--- Dataset content ---
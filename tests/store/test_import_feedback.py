"""What an import tells: the second look computed per fit on arrays (the same lines as a
textbook prediction interval per reading), long lists capped on screen with the whole list
in a file, hints for ';' separators and decimal commas, ISO 4406 codes in the standard's
form, and a progress bar only on a terminal."""

from __future__ import annotations

import io
import math
import random
from dataclasses import replace
from datetime import date, timedelta

import pytest
from rich.console import Console
from scipy import stats

from logbook import validate
from logbook.analysis.fleet import forecast_fleet
from logbook.analysis.normalize import normalized_value
from logbook.analysis.results import FitDetail
from logbook.cli import main
from logbook.commands import SHOWN
from logbook.commands.progress import Steps
from logbook.csvread import read_table
from logbook.model import Reading
from logbook.rounds import second_look
from logbook.store import Store
from tests.store.test_cli import TODAY, demo, demo_master  # noqa: F401  (the demo fleet fixtures)

DAY = date.fromisoformat(TODAY)


def _new_readings(fleet, n_pumps: int, seed: int = 3) -> list[Reading]:
    """Per pump, three new readings after its last: its last values with scatter, one of them far off."""
    rng = random.Random(seed)
    last: dict[str, Reading] = {}
    for r in sorted(fleet.readings, key=lambda r: (r.taken_on, r.machine_hours)):
        if r.superseded_by is None and r.removed_reason is None:
            last[r.serial] = r
    out = []
    for serial in sorted(last)[:n_pumps]:
        r = last[serial]
        for k in range(3):
            wild = k == 2 and rng.random() < 0.5
            out.append(replace(r, id=None, taken_on=min(r.taken_on + timedelta(days=1 + k), DAY),
                               machine_hours=r.machine_hours + 8 * (1 + k),
                               case_drain_lpm=None if r.case_drain_lpm is None else
                               r.case_drain_lpm * (1.8 if wild else 1 + rng.gauss(0, 0.03)),
                               servo_pressure_bar=None if r.servo_pressure_bar is None else
                               r.servo_pressure_bar * (1 + rng.gauss(0, 0.01))))
    return out


def _textbook(before, forecast, new, coverage=0.95) -> set[tuple[str, date, str]]:
    """The second look one reading at a time, as the textbook prediction interval for a new
    observation of a straight-line fit: a + b x +/- t(1 - alpha/2, dof) sqrt(Var(a + b x) + s^2)
    (Draper and Smith, Applied Regression Analysis, 3rd ed., section 3.2), t from
    scipy.stats.t.ppf; on the log scale for the exponential path."""
    from logbook.analysis.fleet import pack_fleet
    from logbook.analysis.timeline import Timeline
    from logbook.model import ALL_KINDS

    packed = pack_fleet(before, forecast.today)
    position = {s: i for i, s in enumerate(packed.serials)}
    new = sorted(new, key=lambda r: (r.serial, r.taken_on, r.machine_hours))
    hours = Timeline(before.fitments, new, before.events).hours
    found = set()
    for i, r in enumerate(new):
        pf = forecast.pump(r.serial)
        if pf is None or r.serial not in position:
            continue
        for kf in pf.kinds:
            if kf.fit is None or r.value(kf.kind) is None:
                continue
            row = 3 * position[r.serial] + ALL_KINDS.index(kf.kind)
            if packed.pack.started[row] and r.taken_on < packed.pack.start_on[row]:
                continue
            x = float(hours[i] - packed.pack.origin[row])
            (a, b), ((c00, c01), (_, c11)) = kf.fit.params, kf.fit.cov
            se = math.sqrt(max(c00 + 2 * x * c01 + x * x * c11 + kf.fit.sigma ** 2, 0.0))
            t = stats.t.ppf(0.5 + coverage / 2, max(kf.fit.dof, 1))
            lo, hi = a + b * x - t * se, a + b * x + t * se
            if kf.fit.path == "exponential":
                lo, hi = math.exp(lo), math.exp(hi)
            value = normalized_value(r, kf.kind, before.models[before.pumps[r.serial].model])
            if not lo <= value <= hi:
                found.add((r.serial, r.taken_on, kf.kind.label))
    return found


def test_second_look_is_one_call_per_fit_and_agrees_with_the_textbook_interval(demo, monkeypatch):
    with Store(demo) as store:
        before = store.fleet()
    forecast = forecast_fleet(before, DAY)
    new = _new_readings(before, 40)
    calls = {"below": 0, "bounds": 0}
    for name in calls:
        real = getattr(FitDetail, name)

        def counted(self, *a, _real=real, _name=name, **k):
            calls[_name] += 1
            return _real(self, *a, **k)

        monkeypatch.setattr(FitDetail, name, counted)
    lines = second_look(before, forecast, new)
    fits = {(r.serial, kf.kind) for r in new for kf in forecast.pump(r.serial).kinds
            if kf.fit is not None and r.value(kf.kind) is not None}
    assert 0 < calls["below"] <= len(fits) and calls["bounds"] <= calls["below"]  # not one per reading
    got = {(line.split()[0], date.fromisoformat(line.split()[1]), " ".join(line.split()[2:4])) for line in lines}
    got = {(s, d, k if k in ("case drain", "neutral drift") else "servo pressure") for s, d, k in got}
    expected = _textbook(before, forecast, new)
    assert expected and got == expected
    assert len(lines) < len(new)  # scatter inside the band is not flagged


def test_long_lists_are_capped_on_screen_and_written_whole_beside_the_file(demo, tmp_path, capsys):
    with Store(demo) as store:
        fleet = store.fleet()
    new = _new_readings(fleet, 119, seed=5)
    new = [replace(r, servo_pressure_bar=None if r.servo_pressure_bar is None else r.servo_pressure_bar * 0.6) for r in new]
    path = tmp_path / "round.csv"
    head = "serial,date,machine,machine_hours,case_drain,servo_pressure,neutral_drift,oil_temp,test_pressure,test_speed\n"
    body = "".join(f"{r.serial},{r.taken_on},{r.machine},{r.machine_hours:.1f},{'' if r.case_drain_lpm is None else round(r.case_drain_lpm, 3)},"
                   f"{'' if r.servo_pressure_bar is None else round(r.servo_pressure_bar, 3)},"
                   f"{'' if r.neutral_drift_bar is None else r.neutral_drift_bar},{r.oil_temp_c or ''},{r.test_pressure_bar or ''},"
                   f"{r.test_speed_rpm or ''}\n" for r in new)
    path.write_text(head + body)
    assert main(["--db", str(demo), "--today", TODAY, "import", "readings", str(path)]) == 0
    out = capsys.readouterr().out
    shown = [line for line in out.splitlines() if line.startswith("  second look:")]
    listed = (tmp_path / "round.csv.second-look.txt").read_text().splitlines()
    assert len(shown) == SHOWN < len(listed)
    assert f"... and {len(listed) - SHOWN} more: all {len(listed)} are in {tmp_path / 'round.csv.second-look.txt'}" in out
    assert all(whole.startswith(line.strip()) for line, whole in zip(shown, listed))  # the same, in the same order


def test_rejected_rows_are_capped_and_listed_whole(demo, tmp_path, capsys):
    path = tmp_path / "bad.csv"
    path.write_text("serial,date,machine_hours,servo_pressure\n" + "".join(f"C-28412,2026-11-{d:02d},x{d},24\n" for d in range(1, 29)))
    assert main(["--db", str(demo), "--today", TODAY, "import", "readings", str(path)]) == 2
    err = capsys.readouterr().err
    assert sum(1 for line in err.splitlines() if line.startswith("  - ")) == SHOWN
    listed = (tmp_path / "bad.csv.problems.txt").read_text().splitlines()
    assert len(listed) == 28 and all("machine_hours" in line for line in listed)
    assert "all 28 are in" in err


def test_semicolon_file_gets_a_hint_first_with_decimal_commas_named():
    data = b"serial;date;machine_hours;case_drain\nS-1;2026-01-01;100;4,2\n"
    _, _, problems, _ = read_table("readings", data, date(2026, 2, 1))
    assert problems[0].field == "file" and "';' between columns" in problems[0].allowed
    assert "decimal comma" in problems[0].allowed and "4.2" in problems[0].allowed
    _, _, problems, _ = read_table("readings", b"serial;date;machine_hours\nS-1;2026-01-01;100\n", date(2026, 2, 1))
    assert "';' between columns" in problems[0].allowed and "decimal comma" not in problems[0].allowed


def test_a_decimal_comma_splitting_a_row_is_named():
    data = b"serial,date,machine_hours,case_drain\nS-1,2026-01-01,100,4,2\n"
    _, _, problems, _ = read_table("readings", data, date(2026, 2, 1))
    assert len(problems) == 1 and "decimal comma" in problems[0].allowed and "4.2" in problems[0].allowed


@pytest.mark.parametrize("typed, stored", [("12/10/08", "12/10/8"), (" 18 / 16 / 13 ", "18/16/13"), ("-/09/07", "-/9/7"),
                                           ("18/16/13", "18/16/13"), ("*/15/12", "*/15/12")])
def test_iso4406_codes_are_stored_in_the_standards_form(typed, stored, store):
    # ISO 4406:2021 writes a code as three scale numbers, e.g. 18/16/13, or -/16/13 when the first is not counted
    assert validate.parse_iso4406(typed) == (stored, None)
    from tests.store.conftest import load

    load(store, "readings", f"serial,date,machine_hours,servo_pressure,iso4406\nS-100,2025-06-01,1700,25,{typed}\n".encode())
    assert [r.iso4406 for r in store.readings("S-100") if r.iso4406] == [stored]


def test_progress_is_shown_only_on_a_terminal():
    plain = Console(file=io.StringIO(), force_terminal=False)
    with Steps(plain, total=3) as steps:
        steps.step("reading")
    assert steps.progress is None and plain.file.getvalue() == ""
    term = Console(file=io.StringIO(), force_terminal=True, width=80)
    with Steps(term, total=3) as steps:
        steps.step("reading the logbook")
        steps.step("second look")
        assert steps.progress.tasks[0].completed == 2 and steps.progress.tasks[0].description == "second look"


@pytest.mark.parametrize("lane", ["column-wise", "row by row"])
def test_the_round_sheet_position_is_checked_on_import(store, monkeypatch, lane):
    from logbook import imports
    from logbook.exports.round_sheet import CSV_COLUMNS
    from logbook.imports import import_bytes

    if lane == "row by row":
        monkeypatch.setattr(imports, "read_columns", lambda *a, **k: None)
    assert CSV_COLUMNS.index("position") == CSV_COLUMNS.index("machine") + 1  # where a technician looks for it
    today = date(2026, 12, 1)
    before = store.counts()["readings"]
    wrong = b"serial,date,machine,position,machine_hours,servo_pressure\nS-100,2025-06-01,M-1,swing,1700,25\n"
    report = import_bytes(store, "readings", wrong, name="r.csv", today=today)
    assert [p.field for p in report.problems] == ["position"] and report.added == 0
    assert "sat at main on M-1" in report.problems[0].allowed and report.problems[0].line == 2
    assert store.counts()["readings"] == before  # nothing written
    right = wrong.replace(b"swing", b"main")
    report = import_bytes(store, "readings", right, name="r.csv", today=today)
    assert report.problems == [] and report.added == 1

--- Task item ---
If a line in the material holds "FitDetail", copy it.

--- Expected answer ---
from logbook.analysis.results import FitDetail
        real = getattr(FitDetail, name)
        monkeypatch.setattr(FitDetail, name, counted)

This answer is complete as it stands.